In the end, Kanji lives by feeling, and women fulfilling traditional roles are the ones who understand him best toward the end. In contrast, “The Farewell” is about Billi (Awkwafina) accepting or at least understanding traditional Chinese values as they are explained to her by first her parents (Tzi Ma and Diana Lin), then her grandmother’s younger sister, Little Nai Nai (Lu Hong) and then her uncle (Jiang Yongbo). In China, a cancer diagnosis is not disclosed to the patient, but to the patient’s relatives.
In this case the patient is Billi’s grandmother, Nai Nai. Nai Nai’s younger sister, Little Nai Nai, is the one who is informed and decides to keep the secret and thus perpetuate a lie about her elder sister’s health. Knowing that her sister has terminal cancer, she contacts her nephews and arranges for them to come home with the pretext of the marriage of the eldest’s son only child for the gathering.

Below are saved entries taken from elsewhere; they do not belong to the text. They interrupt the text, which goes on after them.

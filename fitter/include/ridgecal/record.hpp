// ridgecal: the calibration record, a JSON document of our own.
//
// Layout (format "ridgecal-record", format_version 1):
//   format, format_version, tool_version, created_utc (may be absent),
//   cautions[], sensor{name, reading_unit, reference_unit},
//   input{file, sha256, rows, columns{reading, reference, setpoint, role}},
//   model{kind, degree, lambda, intercept, basis, penalty, scaling{x_min, x_max,
//         center, half_width}, chebyshev_coefficients[], power_coefficients[],
//         condition_number},
//   selection{mode, rule, fold_scheme, folds, degrees[], lambdas[],
//             grid[{degree, lambda, cv_rmse, cv_se, train_rmse}], chosen{...}, notes[]},
//   split{seed, test_fraction, test_named_by_user, setpoints[{id, reading,
//         reference, count, role, fold}]},
//   metrics{training, validation, test: {n, predictors, centered, rmse,
//           max_abs_error, bias, r2, adj_r2, residual_sd}},
//   points[{line, setpoint, reading, reference, predicted, error, role, fold,
//           cv_predicted}],
//   tolerance{...}, decision{...}, uncertainty{...}, warnings[{code, message, ...}]
//   (optional, written when the fit was assessed; see tolerance.hpp,
//   decision.hpp, uncertainty.hpp, diagnostics.hpp),
//   integrity{algorithm: "sha256", sha256}
// Every member, its unit and the version policy: docs/record-format.md.
// Non-finite numbers are written as null. integrity.sha256 is the SHA-256 of
// the record without its "integrity" member, serialised compactly with keys
// sorted (nlohmann::json::dump()).
#pragma once

#include <nlohmann/json.hpp>
#include <string>
#include <vector>

#include "ridgecal/calibration.hpp"
#include "ridgecal/decision.hpp"
#include "ridgecal/diagnostics.hpp"
#include "ridgecal/lack_of_fit.hpp"
#include "ridgecal/tolerance.hpp"
#include "ridgecal/uncertainty.hpp"

namespace ridgecal {

inline constexpr const char* kRecordFormat = "ridgecal-record";
inline constexpr int kRecordFormatVersion = 1;

/// The tool's version string (from CMake's project version).
const char* tool_version();

/// The standard cautions every record and report carries.
std::vector<std::string> standard_cautions();

struct SensorInfo {
  std::string name;            ///< free text, e.g. "cold-store logger NTC channel 2"
  std::string reading_unit;    ///< e.g. "counts", "mV", "ohm"
  std::string reference_unit;  ///< e.g. "degC", "kg"
};

struct InputInfo {
  std::string file;  ///< file name as given
  std::string sha256;
  std::size_t rows = 0;
  CsvOptions columns;
};

struct CalibrationRecord {
  std::string tool_version;
  std::string created_utc;  ///< ISO 8601, may be empty (reproducible output)
  SensorInfo sensor;
  InputInfo input;
  Calibration calibration;
  std::vector<std::string> cautions = standard_cautions();
  // Assessment (optional members of the record).
  std::optional<ToleranceSpec> tolerance;
  std::optional<Decision> decision;
  std::optional<UncertaintyBudget> uncertainty;
  std::vector<Warning> warnings;  ///< written when not empty or when `uncertainty` is present
  std::optional<LackOfFit> lack_of_fit;  ///< the lack-of-fit test (lack_of_fit.hpp), when assessed
};

/// Serialises to JSON with the integrity member filled in.
nlohmann::json record_to_json(const CalibrationRecord& rec);

/// The SHA-256 the integrity member must hold for this JSON (ignores any
/// "integrity" member present).
std::string record_digest(const nlohmann::json& j);

/// True when j carries an integrity digest equal to record_digest(j).
bool record_integrity_ok(const nlohmann::json& j);

/// Parses a record (the layout of docs/record-format.md). `file` is used in
/// messages. Throws InputError on invalid JSON, a wrong format or version, or
/// missing or mistyped members, the optional assessment members (tolerance,
/// decision, uncertainty, warnings) included: when present they must follow
/// the fitter's layout. Integrity is NOT checked here (see record_seal).
CalibrationRecord record_from_json(const nlohmann::json& j, const std::string& file);

/// The integrity member of a record as read.
struct RecordSeal {
  std::string stored;    ///< integrity.sha256 as found in the record; empty when it has none
  std::string computed;  ///< record_digest() of the content
  /// The stored digest is present and equals the content's.
  bool intact() const { return !stored.empty() && stored == computed; }
};

/// The seal of j (j need not be a valid record).
RecordSeal record_seal(const nlohmann::json& j);

/// Largest record file read_record_json accepts (a record of a million-row
/// run is about 300 MB).
inline constexpr std::size_t kMaxRecordBytes = std::size_t{1} << 30;
/// Deepest nesting of arrays and objects accepted in a record (a real record
/// nests 4 deep); deeper documents are refused before they are parsed, so a
/// hostile file cannot exhaust the stack of the recursive serialiser.
inline constexpr int kMaxRecordDepth = 32;

/// Parses record text (`file` for messages). Throws InputError on invalid
/// JSON (with the line), or nesting deeper than kMaxRecordDepth.
nlohmann::json parse_record_json(const std::string& text, const std::string& file);

/// Reads a record file (at most kMaxRecordBytes) and parses it with
/// parse_record_json; throws InputError on unreadable or invalid JSON.
nlohmann::json read_record_json(const std::string& path);

/// Pretty JSON text (2-space indent, trailing newline) for writing to disk.
std::string record_text(const nlohmann::json& j);

}  // namespace ridgecal
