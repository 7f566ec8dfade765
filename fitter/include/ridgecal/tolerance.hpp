// ridgecal: the permissible error of a calibrated value (the tolerance).
//
// One formula covers the usual ways of writing a tolerance:
//   limit(reference) = offset + proportional * |reference|
//                      + (percent_of_span / 100) * (span_high - span_low)
// in reference units. "a + b*|t|" class formulas set offset and
// proportional; "% of reading" sets proportional alone (0.5 % -> 0.005);
// "% of span" sets percent_of_span. The terms add when several are given.
#pragma once

#include <nlohmann/json.hpp>
#include <string>

namespace ridgecal {

/// Named tolerance formulas. Only the IEC 60751 platinum resistance
/// thermometer classes are built in (temperature in degC):
/// AA +-(0.1 + 0.0017|t|), A +-(0.15 + 0.002|t|), B +-(0.3 + 0.005|t|),
/// C +-(0.6 + 0.01|t|). The classes' validity temperature ranges are not checked.
enum class TolerancePreset { Iec60751AA, Iec60751A, Iec60751B, Iec60751C };
std::string to_string(
    TolerancePreset p);  ///< `iec60751-AA`, `iec60751-A`, `iec60751-B`, `iec60751-C`
/// Accepts the names of to_string (case-insensitive). Throws std::invalid_argument otherwise.
TolerancePreset tolerance_preset_from_string(const std::string& s);

struct ToleranceSpec {
  double offset = 0.0;  ///< a: reference units, >= 0 (default 0)
  double proportional =
      0.0;  ///< b: fraction of |reference|, >= 0 (0.002 = 0.2 % of reading; default 0)
  double percent_of_span = 0.0;  ///< percent of (span_high - span_low), >= 0 (default 0)
  double span_low = 0.0;         ///< span in reference units; used only with percent_of_span
  double span_high = 0.0;        ///< (default 0..0: set it, e.g. from the calibrated range)
  std::string source = "user";   ///< where the formula came from: `user` or a preset name

  double span() const { return span_high - span_low; }
  /// The permissible |error| at this reference value (reference units).
  double limit(double reference) const;
  /// Empty when valid, else a message naming the field, the value and the rule:
  /// every term finite and >= 0, at least one term > 0, span_high > span_low
  /// when percent_of_span > 0.
  std::string validate() const;
  /// Human-readable formula, e.g. "+-(0.15 + 0.002*|reference|)".
  std::string describe() const;
};

/// The formula of a preset (source set to the preset name).
ToleranceSpec preset_tolerance(TolerancePreset p);

nlohmann::json to_json(const ToleranceSpec& t);
/// Throws InputError (file, "record member 'tolerance...' ...") on a missing or mistyped member.
ToleranceSpec tolerance_from_json(const nlohmann::json& j, const std::string& file);

}  // namespace ridgecal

The connections and the foundation of the family are the women. Little Nai Nai has left her husband to take care of her older sister, Nai Nai, who is widowed. Nai Nai has a male in residence, but he is almost oblivious to the family events and it is Nai Nai who takes charge of the wedding arrangements. The swiftness of the move from meeting to marriage suggests that Hao Hao (Chen Han) and Aiko (Aoi Mizuhara) might have been an arranged match. The sweetly awkward photo shoots in China would not seem out of place in Japan.
Billi sees this non-disclosure as an East versus West conundrum, but it is actually an approach that is taken not only in places like China, Japan and Singapore, but also in Italy, Greece and Spain. While in “Ikiru” the protagonist is able to rally and, in his final days, achieve something as a result of his position at work, Nai Nai is not working, if she ever did. She is the matriarch of the family, but a loving one. Her achievements are in forming a warm family connection, giving Billi a better understanding of the Chinese culture and even of living positively. Billi is also given a chance to achieve something with the help of a hongbao (red envelope with a gift of money) from her grandmother.
Where Kanji was caught in between the traditional Japan and the transitioning Japan, Billi’s family is also caught between Chinese tradition and US values. The mistake is to believe that modernization and Westernization are synonymous. We know that the film “The Farewell,” is “based on an actual lie” and that the director Lulu Wang has achieved something as well–an award-winning movie that has opened a conversation about East-versus-West and the importance of family as well as approaching traditional values with due respect and an open mind.